In turn, Dolby representatives “came to our labs, listening rooms, our theater, in Erlangen, and they watched all of our features being demonstrated,” Bleidt said of the visit to Fraunhofer’s German headquarters. “There was a very thorough and intrusive process in terms of meeting all of the specific features and requirements that the ATSC wanted to do.” That included a special ATSC 3.0 event last summer in Atlanta, where Dolby and MPEG-H felt “compelled to make the most elaborate demonstration possible,” Bleidt said. “We put a complete TV network on the air, all the way from a remote truck to the living room, and so did Dolby.”
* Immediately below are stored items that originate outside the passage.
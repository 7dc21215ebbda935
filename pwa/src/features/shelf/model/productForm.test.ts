import { describe, expect, it } from 'vitest';
import type { ProductRow } from '@panelpass/shared';
import {
  changesOf,
  draftOf,
  emptyDraft,
  propertyLines,
  readDraft,
  type FormUnits,
} from './productForm';

const celsius: FormUnits = {
  temperatureSymbol: '°C',
  toC: (v) => v,
  fromC: (c) => c,
  currencyDigits: 2,
};
const fahrenheit: FormUnits = {
  temperatureSymbol: '°F',
  toC: (f) => ((f - 32) * 5) / 9,
  fromC: (c) => (c * 9) / 5 + 32,
  currencyDigits: 2,
};

const row: ProductRow = {
  id: 'p-1',
  businessId: 'b',
  version: 4,
  createdAt: '2025-05-01T10:00:00.000Z',
  updatedAt: '2025-05-01T10:00:00.000Z',
  deletedAt: null,
  name: 'Touch-up paint, dark green',
  kind: 'touch-up',
  properties: {
    refC: 20,
    flashMinAtRef: 10,
    cureMinAtRef: 240,
    minC: 10,
    maxC: 35,
    maxRhPercent: 85,
  },
  unit: 'mL',
  stockQty: 30,
  amountPerUse: 0.2,
  unitCostMinor: 60,
  lowStockAt: 5,
  sdsUrl: 'https://sds.invalid/touch-up-paint.pdf',
};

describe('readDraft: the server’s rules, named at the field', () => {
  it('makes product.create fields, money in minor units and stock to 3 decimals', () => {
    const read = readDraft(
      {
        ...emptyDraft('solvent'),
        name: ' Sap remover ',
        stockQty: '480,5',
        amountPerUse: '10',
        unitCost: '0.025',
        lowStockAt: '100',
        sdsUrl: 'https://sds.example/sap.pdf',
        maxDwellMin: '5',
        maxSurface: '35',
      },
      celsius,
      true,
    );
    expect(read).toEqual({
      ok: true,
      fields: {
        name: 'Sap remover',
        kind: 'solvent',
        properties: { maxDwellMin: 5, maxSurfaceC: 35 },
        unit: 'mL',
        stockQty: 480.5,
        amountPerUse: 10,
        unitCostMinor: 2.5,
        lowStockAt: 100,
        sdsUrl: 'https://sds.example/sap.pdf',
      },
    });
  });

  it('leaves properties out when none is entered (the computations use their defaults)', () => {
    const read = readDraft({ ...emptyDraft('tape'), name: 'Tape' }, celsius, true);
    expect(read.ok && read.fields.properties).toEqual({});
  });

  it('once one property is entered, the kind’s required ones are needed', () => {
    const read = readDraft(
      { ...emptyDraft('touch-up'), name: 'Paint', minTemp: '10' },
      celsius,
      true,
    );
    expect(read.ok).toBe(false);
    expect(!read.ok && Object.keys(read.problems).sort()).toEqual(
      ['cureHours', 'flashMin', 'refTemp'].sort(),
    );
  });

  it('refuses what the server refuses, in words', () => {
    const read = readDraft(
      {
        ...emptyDraft('compound'),
        name: '',
        unit: '',
        amountPerUse: '-1',
        lowStockAt: 'lots',
        sdsUrl: 'sds.example/sheet.pdf',
        cutLevel: '11',
        finishLevel: '2.5',
      },
      celsius,
      true,
    );
    expect(read.ok).toBe(false);
    if (read.ok) return;
    expect(read.problems).toEqual({
      name: 'Give the product a name.',
      unit: 'Say what stock is counted in (mL, g, m, each…).',
      amountPerUse: 'Must be 0 to 9999999.',
      lowStockAt: 'Type a number (0 to 99999999).',
      sdsUrl: 'The safety data sheet link must start with https:// (or http://).',
      cutLevel: 'Must be 0 to 10.',
      finishLevel: 'Type a whole number, 0 to 10.',
    });
  });

  it('takes temperatures in the business’s unit and stores °C; checks the window’s order', () => {
    const read = readDraft(
      {
        ...emptyDraft('protection'),
        name: 'Coat',
        refTemp: '68',
        flashMin: '5',
        cureHours: '12',
        minTemp: '50',
        maxTemp: '89.6',
      },
      fahrenheit,
      true,
    );
    expect(read.ok && read.fields.properties).toEqual({
      refC: 20,
      flashMinAtRef: 5,
      cureMinAtRef: 720,
      minC: 10,
      maxC: 32,
    });
    const upside = readDraft(
      {
        ...emptyDraft('protection'),
        name: 'Coat',
        refTemp: '20',
        flashMin: '5',
        cureHours: '1',
        minTemp: '30',
        maxTemp: '10',
      },
      celsius,
      true,
    );
    expect(!upside.ok && upside.problems.minTemp).toBe(
      'The lowest temperature must not be above the highest.',
    );
  });
});

describe('editing a product', () => {
  it('fills the form from the row and sends nothing when nothing changed', () => {
    const draft = draftOf(row, celsius);
    expect(draft).toMatchObject({
      cureHours: '4',
      unitCost: '0.6',
      refTemp: '20',
      amountPerUse: '0.2',
    });
    const read = readDraft(draft, celsius, false);
    expect(read.ok).toBe(true);
    if (!read.ok) return;
    expect(read.fields).not.toHaveProperty('stockQty');
    expect(changesOf(row, read.fields)).toBeNull();
  });

  it('sends only what changed; a new kind always brings its properties', () => {
    const read = readDraft(
      { ...draftOf(row, celsius), lowStockAt: '8', cureHours: '6' },
      celsius,
      false,
    );
    if (!read.ok) throw new Error('should read');
    expect(changesOf(row, read.fields)).toEqual({
      id: 'p-1',
      lowStockAt: 8,
      properties: { ...row.properties, cureMinAtRef: 360 },
    });
  });
});

describe('propertyLines', () => {
  it('words a paint’s flash, cure and window', () => {
    expect(propertyLines(row, (c) => `${c} °C`)).toEqual([
      { label: 'Flash between layers', value: '10 min at 20 °C' },
      { label: 'Cure before levelling', value: '4 h at 20 °C' },
      { label: 'Apply between', value: '10 °C and 35 °C' },
      { label: 'Humidity up to', value: '85 %' },
    ]);
  });
});
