/** Where a word for the next sign-in screen waits (this tab only, gone when it closes). */
export const SIGN_IN_NOTE_KEY = 'panelpass.signInNote.v1';

/** Leaves a word for the sign-in screen, e.g. after the business was deleted. */
export function leaveSignInNote(text: string, storage: Storage = sessionStorage): void {
  try {
    storage.setItem(SIGN_IN_NOTE_KEY, text);
  } catch {
    // Storage blocked: the sign-in screen simply says nothing extra.
  }
}

/** The word left for the sign-in screen, if any (read as often as needed). */
export function readSignInNote(storage: Storage = sessionStorage): string | null {
  try {
    return storage.getItem(SIGN_IN_NOTE_KEY);
  } catch {
    return null;
  }
}

/** Once shown, the word is not shown again. */
export function clearSignInNote(storage: Storage = sessionStorage): void {
  try {
    storage.removeItem(SIGN_IN_NOTE_KEY);
  } catch {
    // Nothing to clear.
  }
}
At the end of “all of that evaluation, objective testing, feature checking, and a great deal of discussion about what’s needed in an audio system, we came up with two systems, MPEG-H and AC-4,” Bleidt said. “The MPEG-H system was technically superior in some ways,” he said. “Our audio quality is a little better. We can do some features in a little nicer way. We have some new technology in our system that’s not in AC-4.”
But AC-4 “is coming from Dolby, which is a well-known supplier here in the American market and is one that the broadcasters are familiar with,” Bleidt said. “It then became time for the ATSC to make a decision, and as I’ve told people before, some broadcasters wanted to stay with what they knew and were very adamant about having Dolby be there.” On the other hand, “some broadcasters were excited about the potential for MPEG-H” because of its technical superiority, plus also the fact that it’s an “open standard, with more choice of suppliers, and that resonated with them,” he said.
Then there were “the consumer electronics manufacturers" within ATSC, "who unfortunately have to pay for all of this new technology,” Bleidt said. “They were interested, obviously, in minimizing the cost of producing new TVs,” he said. “And so they wanted only one audio system to be selected, because they didn’t want to pay for more than one. After a great deal of discussion, that’s how this compromise was reached.”
Though having been denied selection as the U.S. system, there “most certainly” will be world regions of opportunity where MPEG-H could land adoption as the audio codec for next-gen TV broadcasting, Bleidt said. Both the DVB broadcasting system in Europe and ISDB in Japan and South America “will undoubtedly contemplate new audio standards in the next few years -- not next month, but in the next few years,” he said. “So those are opportunities for the audio companies like ourselves to introduce new technology, and I would expect MPEG-H would be a serious contender for those standards adopted by other countries.”
Achieving economies of scale for MPEG-H-based TVs in Korea “is really not a factor in any of this,” Bleidt said. “For audio, I don’t consider this to be a real issue in reasonable production volumes,” he said. “People have to understand that audio codecs these days -- both ours and our competitors’ -- they’re all software. It’s not like you have to build a special chip to receive MPEG-H. The same class of hardware that you would use to decode one system will basically decode the other system, and this is all software that runs on embedded processors in a chip. So when you speak of economies of scale, it’s really just a question of amortizing development and integration costs to take the software from Dolby or Fraunhofer and integrate it into the rest of the software architecture of the TV. Of course, that takes effort, but it’s not like it takes 1,000 man-years to do that. It’s a reasonable engineering effort.”